GenSC: Generative Semantic Communication Systems Using BART-Like Model
Min-Kuan C. Chang, Chun-Tse Hsu, Guu-Chang Yang · IEEE Communications Letters · 2024
The current mindset of semantic communications focuses on how to have the sentence received exactly. However, as long as the received sentence and the original sentence are perceived the same or similarly, it can be reviewed as a successful semantic-level transmission. Hence, we design a new architecture for the semantic communication system based on BART-like model (Lewis et al., 2019), called GenSC. The proposed GenSC further takes the token-level correlation between consecutive tokens into account during the semantic encoding and this bidirectional correlation helps correct or fill in a “semantically similar token” at the semantic decoder when a token is missing or corrupted during transmission.

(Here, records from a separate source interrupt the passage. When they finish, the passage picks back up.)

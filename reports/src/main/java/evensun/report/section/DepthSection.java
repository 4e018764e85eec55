package evensun.report.section;

import evensun.report.chart.Axis;
import evensun.report.chart.Chart;
import evensun.report.chart.Kind;
import evensun.report.chart.Series;
import evensun.report.figure.Share;
import evensun.report.page.Block;
import evensun.report.page.Section;
import evensun.report.text.Clip;
import evensun.report.text.Numbers;
import evensun.result.DepthLayer;
import evensun.result.Outcome.SubcellOutcome;
import evensun.result.RunResult;
import java.util.ArrayList;
import java.util.List;
import java.util.Objects;
import java.util.Optional;

/** Generation against depth. */
public final class DepthSection {

  private static final double MICROMETRE_FROM_NM = 10_000;

  private DepthSection() {}

  /** The section; absent without depth profiles. */
  public static Optional<Section> of(RunResult result) {
    List<DepthLayer> layers =
        Objects.requireNonNullElse(result.depth(), List.<DepthLayer>of()).stream()
            .filter(layer -> layer.depthNm().size() > 1)
            .toList();
    if (layers.isEmpty()) {
      return Optional.empty();
    }
    List<Block.Plot> plots = new ArrayList<>();
    for (int i = 0; i < layers.size(); i++) {
      plots.add(Tables.plot(chart(result, layers.get(i), i)));
    }
    List<Block> blocks =
        List.of(
            new Block.Prose(
                "Generation rate below each layer's upper face, on a logarithmic scale."),
            new Block.Plots(plots));
    return Optional.of(new Section("depth", "Depth", heading(layers), blocks));
  }

  private static String heading(List<DepthLayer> layers) {
    DepthLayer most = layers.get(0);
    for (DepthLayer layer : layers) {
      most = peak(layer) > peak(most) ? layer : most;
    }
    return "Generation is densest in "
        + Clip.to(most.layer(), 50)
        + ": up to "
        + Numbers.withUnit(Numbers.significant(peak(most), 2), "cm⁻³ s⁻¹");
  }

  private static double peak(DepthLayer layer) {
    return layer.generationPerCm3S().stream().mapToDouble(Double::doubleValue).max().orElse(0);
  }

  private static Chart chart(RunResult result, DepthLayer layer, int index) {
    double peak = Math.max(peak(layer), 1);
    double least =
        layer.generationPerCm3S().stream()
            .filter(g -> g > peak * 1e-6)
            .mapToDouble(Double::doubleValue)
            .min()
            .orElse(peak / 10);
    double low = Math.pow(10, Math.floor(Math.log10(least)));
    double high = Math.pow(10, Math.ceil(Math.log10(peak)));
    boolean thick = layer.depthNm().get(layer.depthNm().size() - 1) >= MICROMETRE_FROM_NM;
    List<Double> depth =
        thick ? layer.depthNm().stream().map(nm -> nm / 1000).toList() : layer.depthNm();
    return new Chart(
        "depth-" + (index + 1),
        Kind.LINES,
        layer.layer(),
        Axis.linear("depth", thick ? "µm" : "nm", depth.get(0), depth.get(depth.size() - 1)),
        Axis.logarithmic("generation rate", "cm⁻³ s⁻¹", low, high),
        depth,
        List.of(Series.of(layer.layer(), role(result, layer.layer()), layer.generationPerCm3S())),
        List.of());
  }

  private static String role(RunResult result, String layer) {
    List<SubcellOutcome> subcells = result.found().subcells();
    for (int i = 0; i < subcells.size(); i++) {
      if (subcells.get(i).absorbers().contains(layer)) {
        return Share.subcellRole(i);
      }
    }
    return "muted";
  }
}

The simulation shows that compared to conventional approaches such as Xie et al. (2021) and Liu et al. (2022), GenSC can improve the bilingual evaluation understudy (BLEU) and semantic similarity (SS) scores at low SNR regions a lot and enjoy higher BLEU and SS scores at high SNR regions. When SNR is 0dB, GenSC outperforms (Xie et al., 2021) and (Liu et al., 2022) by around 30% (resp. 84%) and 18% (resp. 55%) in terms of BLEU (resp. SS), respectively.